Blue Jay began to descend and spotted Oliver immediately. He had a sword of his own—no replacement for Hunyadi’s blade, which still hung in the palace—but it would do. A couple of human thugs grabbed hold of Julianna and began to pull her from her saddle. Lost Ones had formed a protective wedge around Oliver’s mount, just trying to get him out of the city. But he spurred the horse past them, and then jumped down into the crowd, sword in hand. On foot, now, he went after the thugs who were dragging Julianna into the midst of the fray.
Panic shot through Blue Jay. They’d gone through too much for Oliver to be killed now. Much as he hated to admit it, the symbolic victory Ty’Lis would achieve if the Legend-Born were killed was too much too allow. It didn’t matter that Collette still lived, somewhere. Blue Jay counted Oliver as a friend, but more than that was at stake.
He darted toward the ground, wind whipping his feathers as he pinned his wings back. Fifteen feet above the heads of the crowd, he transformed again from bird to man. Dancing in the air, he dropped down into the chaos.

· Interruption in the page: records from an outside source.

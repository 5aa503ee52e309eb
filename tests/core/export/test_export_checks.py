"""Export rules on plain numbers.

References: Khronos Group, glTF 2.0 Specification (2021), section 3.4: linear
distances are metres, +Y up, right-handed (why a unit scale other than 1 and a
mirrored object break an export); scipy.spatial.transform.Rotation as the
reference for axis angles; numpy.rint as the reference for the nearest whole
frame; IEEE 754 binary32 (key times are float32 in Blender): whole frames are
exact, and a frame near 10,000 is resolved to about 1e-3.
"""

import numpy as np
import pytest
from scipy.spatial.transform import Rotation

from leapwright.core.base.errors import InvalidGoalError
from leapwright.core.export.game_checks import (ISSUE_KINDS, WHOLE_FRAME_TOLERANCE, export_issues,
    snap_to_whole_frames)


def kinds(issues):
    return [i.kind for i in issues]


def test_a_clean_rig_has_no_issues():
    frames = {"location[0]": np.arange(1.0, 80.0)}
    assert export_issues(1.0, (2.0, 2.0, 2.0), frames, np.eye(3), scale_keys={"spine": [1.0, 1.0]}) == ()


@pytest.mark.parametrize("scale", [0.01, 0.1, 100.0])
def test_a_unit_other_than_the_metre_is_named_with_its_value(scale):
    (issue,) = export_issues(scale, (1, 1, 1))
    assert issue.kind == "unit_scale" and f"{scale:g}" in issue.message


def test_mirrored_and_stretched_objects():
    assert kinds(export_issues(1.0, (1, 1, -1))) == ["object_scale"]  # mirrored, magnitudes uniform
    assert kinds(export_issues(1.0, (1, 1.01, 1))) == ["object_scale"]
    assert kinds(export_issues(1.0, (-1, 2, 1))) == ["object_scale", "object_scale"]


def test_fractional_keys_are_found_as_numpy_rint_sees_them():
    rng = np.random.default_rng(3)
    frames = np.sort(rng.uniform(0, 500, 200))
    off = np.abs(frames - np.rint(frames)) > WHOLE_FRAME_TOLERANCE
    (issue,) = export_issues(1.0, (1, 1, 1), {"hips": frames})
    assert issue.kind == "fractional_keys" and f"has {off.sum()} key(s)" in issue.message
    # float32 whole frames come back exact; a frame near 10,000 is resolved to ~1e-3 (binary32)
    f32 = np.float32(np.arange(9990, 10010)).astype(float)
    assert export_issues(1.0, (1, 1, 1), {"hips": f32}) == ()


@pytest.mark.parametrize("deg,flagged", [(0.0, False), (0.05, False), (1.0, True), (90.0, True)])
def test_root_axes_tilted_from_up(deg, flagged):
    m = Rotation.from_euler("x", deg, degrees=True).as_matrix()
    found = export_issues(1.0, (1, 1, 1), root_axes=m)
    assert (kinds(found) == ["root_axes"]) == flagged
    if flagged:
        assert f"{deg:.1f}°" in found[0].message


def test_a_root_turned_about_up_is_fine():
    # Facing another way on the ground keeps Z up: nothing turns on export.
    m = Rotation.from_euler("z", 37.0, degrees=True).as_matrix()
    assert export_issues(1.0, (1, 1, 1), root_axes=m) == ()


def test_scale_keys_that_change_the_scale():
    found = export_issues(1.0, (1, 1, 1), scale_keys={"tail": [1.0, 1.2], "spine": [1.0, 1.0]})
    assert kinds(found) == ["bone_scale_keys"] and "'tail'" in found[0].message


def test_every_kind_is_described_and_bad_numbers_are_refused():
    assert set(ISSUE_KINDS) == {"unit_scale", "object_scale", "fractional_keys", "root_axes", "bone_scale_keys"}
    with pytest.raises(InvalidGoalError, match="nan"):
        export_issues(1.0, (1, float("nan"), 1))
    with pytest.raises(InvalidGoalError):
        export_issues(0.0, (1, 1, 1))


def test_snap_moves_each_key_at_most_half_a_frame_and_keeps_the_moved_one():
    frames = np.array([1.0, 2.0, 2.4, 3.0, 4.6, 5.0, 6.0, 7.5])
    new, keep = snap_to_whole_frames(frames)
    assert np.array_equal(new, np.rint(frames))
    assert np.all(np.abs(new - frames) <= 0.5)
    kept = new[keep]
    assert np.array_equal(kept, np.unique(np.rint(frames)))  # one key per whole frame, none lost
    # the moved (event) key wins over the whole-frame key it lands on
    assert keep[2] and not keep[1] and keep[4] and not keep[5]


# Non-finite numbers. IEEE 754: NaN compares false with every number, so a NaN key would pass
# every tolerance unseen; numpy.rint(inf) is inf, which no whole frame is. Each must be refused
# with the core's InvalidGoalError, its message repeating the value.

@pytest.mark.parametrize("bad", [float("inf"), float("-inf"), float("nan")])
def test_snap_refuses_a_key_time_that_is_not_a_finite_number(bad):
    with pytest.raises(InvalidGoalError, match=rf"value {bad!r} \(number 2 of 3\).*delete that key"):
        snap_to_whole_frames([1.0, bad, 3.0])


@pytest.mark.parametrize("tolerance", [float("nan"), float("inf"), -0.1])
def test_snap_refuses_a_tolerance_that_is_not_a_frame_count(tolerance):
    with pytest.raises(InvalidGoalError, match=f"snap tolerance .*{tolerance:g}"):
        snap_to_whole_frames([1.0, 2.4], tolerance=tolerance)


@pytest.mark.parametrize("bad", [float("inf"), float("nan")])
def test_export_issues_refuse_non_finite_key_times_and_scale_keys(bad):
    with pytest.raises(InvalidGoalError, match=rf"key times of hips: value {bad!r}"):
        export_issues(1.0, (1, 1, 1), {"hips": [1.0, 2.0, bad]})
    with pytest.raises(InvalidGoalError, match=rf"scale keys of bone 'tail': value {bad!r}"):
        export_issues(1.0, (1, 1, 1), scale_keys={"tail": [1.0, bad]})


def test_export_issues_refuse_non_finite_root_axes_and_an_up_axis_without_length():
    m = np.eye(3)
    m[2, 2] = float("nan")
    with pytest.raises(InvalidGoalError, match=r"root bone 'root' axes: value nan \(number 9 of 9\)"):
        export_issues(1.0, (1, 1, 1), root_axes=m)
    with pytest.raises(InvalidGoalError, match=r"up axis has no length, got \(0, 0, 0\)"):
        export_issues(1.0, (1, 1, 1), root_axes=np.eye(3), up_axis=(0, 0, 0))
    with pytest.raises(InvalidGoalError, match="up axis: value inf"):
        export_issues(1.0, (1, 1, 1), root_axes=np.eye(3), up_axis=(0, 0, float("inf")))
    with pytest.raises(InvalidGoalError, match="3 x 3 matrix, got 4"):
        export_issues(1.0, (1, 1, 1), root_axes=np.eye(2))


def test_a_rig_scaled_to_zero_is_reported_not_passed():
    # The root's Z axis has no length left: reported as a root_axes issue (it was skipped before).
    found = export_issues(1.0, (0, 0, 0), root_axes=np.zeros((3, 3)))
    assert kinds(found) == ["object_scale", "root_axes"]
    assert "(0, 0, 0) is 0 along an axis" in found[0].message and "has no Z axis" in found[1].message


@pytest.mark.parametrize("size", [1e300, 1e-300, 1e-310])
def test_huge_and_tiny_root_axes_give_the_angle_scipy_gives(size):
    # A uniform scale does not change which way the axes point; 1e-310 is subnormal (IEEE 754).
    m = Rotation.from_euler("x", 20.0, degrees=True).as_matrix()
    (issue,) = export_issues(1.0, (1, 1, 1), root_axes=m * size)
    assert issue.kind == "root_axes" and "20.0°" in issue.message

Even as he did, Blue Jay saw Julianna grab a fistful of the long hair of one of her attackers. She drove her forehead into his nose, yanking him toward her by his scalp. The unwashed warrior staggered back, hands going to his bleeding, broken nose, and Julianna drop-kicked him in the groin.

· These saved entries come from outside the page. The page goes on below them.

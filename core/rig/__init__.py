"""Reading a rig as a body: landmarks (head, shoulders, hips, ...) found from the bone tree
or given by hand, and the way the rig faces, from its rest pose; BVH motion capture read
into joints posed by forward kinematics (bvh.py).

May import: base
"""
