"""Which way a rig faces, read from its rest pose: no armature axis is taken as its left.

A humanoid rig is built left-right symmetric (its sagittal plane; common practice for
rigs) and not front-back symmetric (feet, knee targets and the face point forward). So
the best mirror of the rest pose across the up axis is the character's side-to-side
line, one way or the other; the rest shoulders then fix that line exactly, and the
feet, which point forward, say which end is left (left = up x forward, right-handed).

:func:`faced_rig` gives the rig with its ``left`` found and its landmarks, so a rig
built facing +Y, or turned inside its armature, maps the same as one built facing -Y
(Blender's front view).
"""

import dataclasses
import math

import numpy as np

from ..base.errors import InvalidGoalError, LeapwrightError
from .landmarks import map_by_topology

__all__ = ["mirror_normal", "faced_rig"]

#: Directions tried for the mirror plane: every degree of a half turn (the rest
#: shoulders then fix the line exactly).
MIRROR_STEPS = 180
#: Bone ends that are mirrored to score a plane: those farthest from the up axis through
#: the rig's middle, whose mirror images move most when the plane turns (hands, feet,
#: shoulders). Every end is still a candidate match, so a big rig costs ends x this,
#: not ends squared (design choice: 96 keep a 30-bone rig's scoring whole).
MIRROR_PROBES = 96


def mirror_normal(rest):
    """Unit horizontal normal (3,) of the plane the rest pose is most nearly mirrored in.

    Score: the mean distance from each mirrored probe end (:data:`MIRROR_PROBES`) to the
    nearest bone end [rest units], mirrored about a plane through the rig's middle.
    ``rest`` is a :class:`core.rig.landmarks.RigData`; its ``up`` is used.
    """
    up = np.asarray(rest.up, dtype=float)
    pts = np.unique(np.vstack([rest.heads, rest.tails]), axis=0)  # a child's head is its parent's tail
    e1 = np.cross(up, [1.0, 0.0, 0.0] if abs(up[0]) < 0.9 else [0.0, 1.0, 0.0])
    e1 /= np.linalg.norm(e1)
    e2 = np.cross(up, e1)
    sq = np.einsum("ij,ij->i", pts, pts)
    middle = pts.mean(axis=0)
    across = (pts - middle) - np.outer((pts - middle) @ up, up)
    probes = pts[np.argsort(-np.einsum("ij,ij->i", across, across), kind="stable")[:MIRROR_PROBES]]
    best, normal = math.inf, e1
    for a in np.linspace(0.0, math.pi, MIRROR_STEPS, endpoint=False):
        n = math.cos(a) * e1 + math.sin(a) * e2
        mirrored = probes - 2.0 * np.outer(probes @ n - middle @ n, n)
        gap2 = (mirrored * mirrored).sum(axis=1)[:, None] + sq[None, :] - 2.0 * mirrored @ pts.T
        score = float(np.sqrt(np.maximum(gap2.min(axis=1), 0.0)).mean())
        if score < best - 1e-12:
            best, normal = score, n
    return normal


def _horizontal_unit(v, up):
    h = v - (v @ up) * up
    n = np.linalg.norm(h)
    return h / n if n > 1e-12 else None


def _toe_forward(rest, marks):
    """Mean horizontal ankle-to-toe-tip direction (3,) of both feet, not normalised."""
    up = np.asarray(rest.up, dtype=float)
    out = np.zeros(3)
    for side in "LR":
        (ankle, _), = marks.points[f"ankle.{side}"]
        (toe, _), = marks.points[f"toe_tip.{side}"]
        d = rest.tails[toe] - rest.heads[ankle]
        out += d - (d @ up) * up
    return out


def faced_rig(rest):
    """The rig with the character's left found from its rest pose, and its landmarks.

    Parameters
    ----------
    rest : core.rig.landmarks.RigData
        Its ``up`` is trusted; its ``left`` is ignored.

    Returns
    -------
    rest : RigData
        The same rig with ``left`` along its rest shoulders, pointing to the character's left.
    marks : Landmarks
        :func:`core.rig.landmarks.map_by_topology` of it.

    Raises
    ------
    LeapwrightError
        When the tree does not read as a humanoid, or the feet do not tell front from
        back (the message says what was found).
    """
    up = np.asarray(rest.up, dtype=float)
    side = mirror_normal(rest)
    # map across the mirror normal, then again across the found shoulders (which fix the
    # line exactly), then once more if the feet say left and right are swapped
    for step in range(3):
        probe = dataclasses.replace(rest, left=tuple(side))
        marks = map_by_topology(probe)
        if step == 0:
            across = _horizontal_unit(rest.heads[marks.points["shoulder.L"][0][0]]
                                      - rest.heads[marks.points["shoulder.R"][0][0]], up)
            side = side if across is None else across
            continue
        forward = _toe_forward(probe, marks)
        if np.linalg.norm(forward) < 1e-9 or abs(forward @ side) > 0.7 * np.linalg.norm(forward):
            raise InvalidGoalError(f"the feet point along the shoulders' line (ankle to toe "
                                   f"{np.round(forward, 3).tolist()}), so the rig's front cannot be told; "
                                   "map the bones by hand")
        if np.cross(up, forward) @ side > 0:
            return probe, marks
        side = -side
    raise LeapwrightError("the feet and the shoulders do not agree on the character's left; map the bones by hand")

She spun, ready to face the other.
Oliver reached her then, stepping between her and the potbellied man. The fool laughed and raised a cudgel
in one hand. Oliver slashed the man’s arm, severing tendons and breaking bone, then turned the tip of the sword and followed through with a lunge that drove the blade through the man’s right shoulder even before his cudgel could hit the ground.
Blue Jay whipped through a small group of Lost Ones and a pair of creatures who looked like knotted masses of black seaweed, their tentacles whipping at his face. Blood and green ichor flew into the air as his mystical wings cut them down. The trickster no longer hesitated.
“Well done,” he said as he stepped up to Oliver and Julianna.
“How much further?” Julianna asked, her voice sharp.
“One more turn.”
Oliver brandished his sword, keeping a black, wraithlike creature at bay. “Let’s go,” he said, and then they were off again, rushing along as though carried on the current of a swift river.
Blue Jay let out a battle cry. The other Borderkind who heard it might not have known the significance, but they recognized his voice and picked up their pace. They were breaking free now, the flow of the exodus too powerful to be contained in this one street.
“You know what I noticed?” Oliver said, glancing at Blue Jay as he ran. “No Perytons. No Atlantean giants.”
“Yeah. Good for us. But bad for Hunyadi, I think. Atlantis has sent its worst against Euphrasia.”
Oliver had no reply for that but his dark determination turned even more grim. They fought together to the next turn in the road. Another fire had started behind them, likely thanks to Li. The burning man had left a trail of charred and flaming corpses behind them. Blue Jay caught sight of him several times with Grin and Cheval. They had become almost like family to him by now, and he worried for them.
When they rounded the corner, the opposition began to break up. At the end of the road—at the edge of the city—a single person stood in their path. Even from a distance she was beautiful, her long red hair flowing around her shoulders and down her back. Her dress seemed like little more than a thin shift. Sunlight streamed around her, silhouetting her body.